Выбери любимый жанр

Волчья ягода - Гильм Элеонора - Страница 2


Изменить размер шрифта:

2
* * *

Нюта уткнулась лицом в теплый бок матери. Аксинья поддернула одеяло, чтобы оно накрывало дочь до самой макушки. За избой кто-то ходил, молчаливый и настойчивый.

Зверь?

Человек?

Тать?

Еловчане редко появлялись на пороге ее дома, две версты[4] до избы знахарки казались в зимнюю бескормицу дорогой, которую не осилить.

Молчаливые гости разверзли уста.

Двое или боле мужчин переговаривались меж собой.
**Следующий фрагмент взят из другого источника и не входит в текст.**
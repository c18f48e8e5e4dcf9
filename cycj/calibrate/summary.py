"""The content of ``fit.json``, the growth snippet and the references of a calibration.

Split from :mod:`cycj.calibrate.fit` (the orchestrator) so that each stays short.
"""

from __future__ import annotations

import math

import numpy as np

__all__ = ["summary", "growth_snippet", "fit_references", "CAUTION"]

CAUTION = (
    "Estimates for engineering judgement: they depend on the quality of the test logs "
    "and do not replace the applicable test standard (ASTM E647, E1820) or a qualified "
    "engineer's review."
)
#: keys of a fit kept out of fit.json (arrays and working values)
_PRIVATE = ("residuals", "R_of_points", "x_mean", "sxx", "t", "points", "_lin", "life_per_test")


def _rate_rows(iv):
    """da/dN and its interval at each chosen ΔJ, from the resampling result ``iv``."""
    return [
        {
            "dJ_kJm2": float(math.exp((r - iv["lnC"]) / iv["m"])) if iv["m"] else None,
            "dadN_mm_per_cycle": math.exp(r),
            "interval": [math.exp(lo), math.exp(hi)],
        }
        for r, lo, hi in zip(iv["ln_rate_at"], *iv["ln_rate_interval"], strict=True)
    ]


def _mixed_rows(iv):
    """The mixed-effects estimate beside the resampling (direct fit, two tests or more)."""
    mx = (iv or {}).get("mixed_effects")
    if not mx:
        return None
    out = {k: v for k, v in mx.items() if not k.startswith("ln_rate")}
    out["rate_at"] = _rate_rows(
        {**mx, "lnC": math.log(mx["C"]), "ln_rate_interval": mx["ln_rate_interval"]}
    )
    out["note"] = (
        "a cross-check of the recommended intervals: ln C_i of the tests (m fixed) with "
        "their within-test errors, a random intercept between tests by REML; m's interval "
        "is within-test only (a common m)"
    )
    return out


def summary(ctx) -> dict:
    """fit.json as a dict from the orchestrator's working values ``ctx`` (a dict)."""
    from cycj.calibrate.fits import r_ratio_collapse

    fits, chosen, best = ctx["fits"], ctx["chosen"], ctx["best"]
    reduced, iv = ctx["reduced"], ctx["intervals"]
    reg = fits.get(chosen) if chosen != "direct" else fits.get("polynomial", fits.get("secant"))
    lnc, m = best["lnC"], best["m"]
    dj = reduced["dJ_eff_kJm2"].to_numpy(float)
    valid = best.get("dJ_range_kJm2") or [float(np.nanmin(dj)), float(np.nanmax(dj))]
    pivot = reg["pivot_dJ_kJm2"] if reg else float(np.exp(np.mean(np.log(dj[dj > 0]))))
    r = reduced["R"].to_numpy(float)
    collapse = (
        r_ratio_collapse(reg["residuals"], reg["R_of_points"])
        if reg
        else {"collapses": None, "note": "no regression"}
    )
    plain = {k: {kk: vv for kk, vv in v.items() if kk not in _PRIVATE} for k, v in fits.items()}
    for k in ("polynomial", "secant"):
        if k in plain:
            plain[k]["interval_note"] = (
                "ordinary least squares: treats every rate as independent (too narrow for "
                "rates that share a specimen); see C_interval, m_interval at the top level"
            )
    if "direct" in plain:
        plain["direct"]["interval_note"] = (
            "Jacobian of the a(N) least squares: readings taken as independent and C as the "
            "mean of the tests' own ln C_i without their scatter (narrow)"
        )
    basis = ctx["basis"]
    closure = (
        "opening load measured by compliance offset; ΔJ_eff above it"
        if basis == "effective"
        else "none: applied range, P_min < 0 counted as 0"
    )
    between = ctx["between"]
    out = {
        "C": best["C"],
        "m": m,
        "C_interval": best["C_interval"],
        "m_interval": best["m_interval"],
        "confidence": ctx["confidence"],
        "interval_method": best.get("interval_method", "least squares on a(N) (Jacobian)"),
        "interval_note": best.get("interval_note", ""),
        "units": {"C": "mm/cycle per (kJ/m^2)^m", "dJ": "kJ/m^2", "dadN": "mm/cycle"},
        "recommended_fit": chosen,
        "recommended_reason": ctx["reason"],
        "pivot_dJ_kJm2": pivot,
        "rate_at_pivot_mm_per_cycle": math.exp(lnc + m * math.log(pivot)),
        # the regression's own interval; for the direct fit see rate_at (resampled)
        "rate_at_pivot_interval": reg["rate_at_pivot_interval"]
        if reg and chosen != "direct"
        else None,
        "rate_at": _rate_rows(iv) if iv else [],
        "cov_lnC_m": best["cov_lnC_m"],
        "sigma_ln": reg["sigma_ln"] if reg else None,
        "sigma_ln_note": "within-test scatter: residual standard deviation of ln(da/dN) about "
        "the pooled regression line, mostly measurement noise of single rates; not a scatter "
        "for planning (use between_specimen.sigma_ln_C)",
        "sigma_ln_within": iv["sigma_ln_within"] if iv else None,
        "between_specimen": between,
        "mixed_effects": _mixed_rows(iv),
        "per_specimen": ctx["per_specimen"],
        "dJ_range_kJm2": valid,
        "dJ_range_note": "ΔJ range of the data behind the recommended fit (its validity)",
        "dJ_range_readings_kJm2": [float(np.nanmin(dj)), float(np.nanmax(dj))],
        "R_range": [float(np.nanmin(r)), float(np.nanmax(r))],
        "basis": basis,
        "closure": closure,
        "threshold_kJm2": ctx["threshold"]["threshold_kJm2"] if ctx["threshold"] else None,
        "threshold": ctx["threshold"]
        or {
            "note": "no load-shedding data between 1e-7 and 1e-6 "
            "mm/cycle (ASTM E647 needs ≥ 5 points)"
        },
        "k_gradient_per_mm": ctx["gradients"],
        "spacing": ctx["spacing_info"],
        "outliers": ctx["outliers"],
        "r_ratio_collapse": collapse,
        "fits": plain,
        "methods_used": ctx["notes"],
        "n_readings": int(len(reduced)),
        "n_rates": int(len(ctx["rates_df"])),
        "n_tests": len(ctx["per_specimen"]),
        "skipped": ctx["skipped"],
        "logs": [str(p) for p in ctx["log_paths"]],
        "specimens": sorted({s.source for s in ctx["specs"]}),
        "caution": CAUTION,
        "references": fit_references(basis, ctx["specs"], iv, between),
    }
    return out


def growth_snippet(summary) -> str:
    """A ``growth = {...}`` line (with comment lines) for a case's ``[material]`` table: the
    constants, the ΔJ range of the data behind them (``valid_dJ``) and, as comments, a ready
    ``[inspection.scatter]`` line with the between-specimen scatter of C."""
    thr = summary.get("threshold_kJm2")
    parts = ['law = "paris"', f"C = {summary['C']:.5g}", f"m = {summary['m']:.5g}"]
    if thr:
        parts.append(f'threshold = "{thr:.4g} kJ/m^2"')
    parts.append(f'basis = "{summary["basis"]}"')
    lo, hi = summary["dJ_range_kJm2"]
    parts.append(f'valid_dJ = ["{lo:.4g} kJ/m^2", "{hi:.4g} kJ/m^2"]')
    r0, r1 = summary["R_range"]
    between = summary.get("between_specimen") or {}
    g = between.get("n_specimens", 0)
    lines = [
        f"# fitted by cycj fit ({summary['recommended_fit']} fit); C in mm/cycle per "
        f"(kJ/m^2)^m; data ΔJ {lo:.4g}–{hi:.4g} kJ/m^2 (valid_dJ), R {r0:.2f}–{r1:.2f}",
    ]
    if between.get("sigma_ln_C") is not None:
        hi_s = (between.get("sigma_ln_C_interval") or [None, None])[1]
        rough = f"; rough: its interval reaches {hi_s:.3g}" if g < 5 and hi_s else ""
        lines += [
            f"# scatter between specimens ({g} specimens, m fixed{rough}): "
            "for [inspection.scatter]",
            f'# growth_C = {{ distribution = "lognormal", sigma = {between["sigma_ln_C"]:.3g} }}',
        ]
    else:
        why = "one specimen" if g == 1 else "see between_specimen in fit.json"
        lines.append(
            f"# scatter between specimens: unknown ({why}); the within-test rate "
            "scatter in fit.json is not a planning scatter"
        )
    if summary["basis"] == "effective":
        lines.append(
            '# basis "effective": fitted on ΔJ above the measured opening load; pair it '
            'with a closure model in [loading] (closure = "none" treats the whole '
            "applied range as effective, which is conservative)"
        )
    else:
        lines.append(
            '# basis "applied": use with closure = "none" (closure is already in the data)'
        )
    return "\n".join(lines) + "\ngrowth = { " + ", ".join(parts) + " }\n"


def fit_references(basis, specs, intervals=None, between=None) -> list[str]:
    """References of the methods used (from their records): E647 rates always; for raw loops
    the compliance crack length and the loop-area ΔJ (η factor, or the reference stress for
    shapes without one); the Paris-type law in ΔJ; the resampling behind the intervals; the
    random-intercept model behind the between-specimen scatter."""
    from cycj.calibrate.reduction import ETA_SHAPES
    from cycj.citations import Citations

    cited = Citations()
    cited.cite("e647-reduction")
    if basis == "effective":  # raw loops
        cited.cite("compliance-crack-length")
        cited.cite("loop-area-delta-j")
        if any(s.shape not in ETA_SHAPES for s in specs):
            cited.cite("reference-stress-specimen")
    cited.choose("growth_law", "paris")
    if intervals:
        cited.cite(intervals["method"])
    if between and between.get("sigma_ln_C") is not None:
        cited.cite("between-specimen-scatter")
    return cited.references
Сколь ни напрягала она слух, ничего не могла разобрать. Скрипение снега, шорохи, скрежет. Будто зверь скреб когтями по доскам. Кажется, гости расчищали подступ к двери, заметенной выпавшим за ночь снегом.

Резкий стук в дверь. Аксинья вздрогнула и, соскользнув с лежанки, схватила рубаху и душегрею[5]. Она металась по избе испуганной птицей. Подхватила на руки дочь. Осоловелая Нюта таращила глаза и пыталась что-то пискнуть. Мать спрятала ее в сундук, приговаривая:

– Сиди тихо, ни слова чтоб я не слышала. Тихо!

Незваные гости затарабанили в дверь, принялись долбить ее подкованными сапогами. Грохот отдавался в груди, сердце билось в том же настойчивом ритме. К Аксинье вернулись силы, будто влил кто-то в утробу мясной навар – страх заставлял жидкую, голодную кровь шибче бежать по жилам.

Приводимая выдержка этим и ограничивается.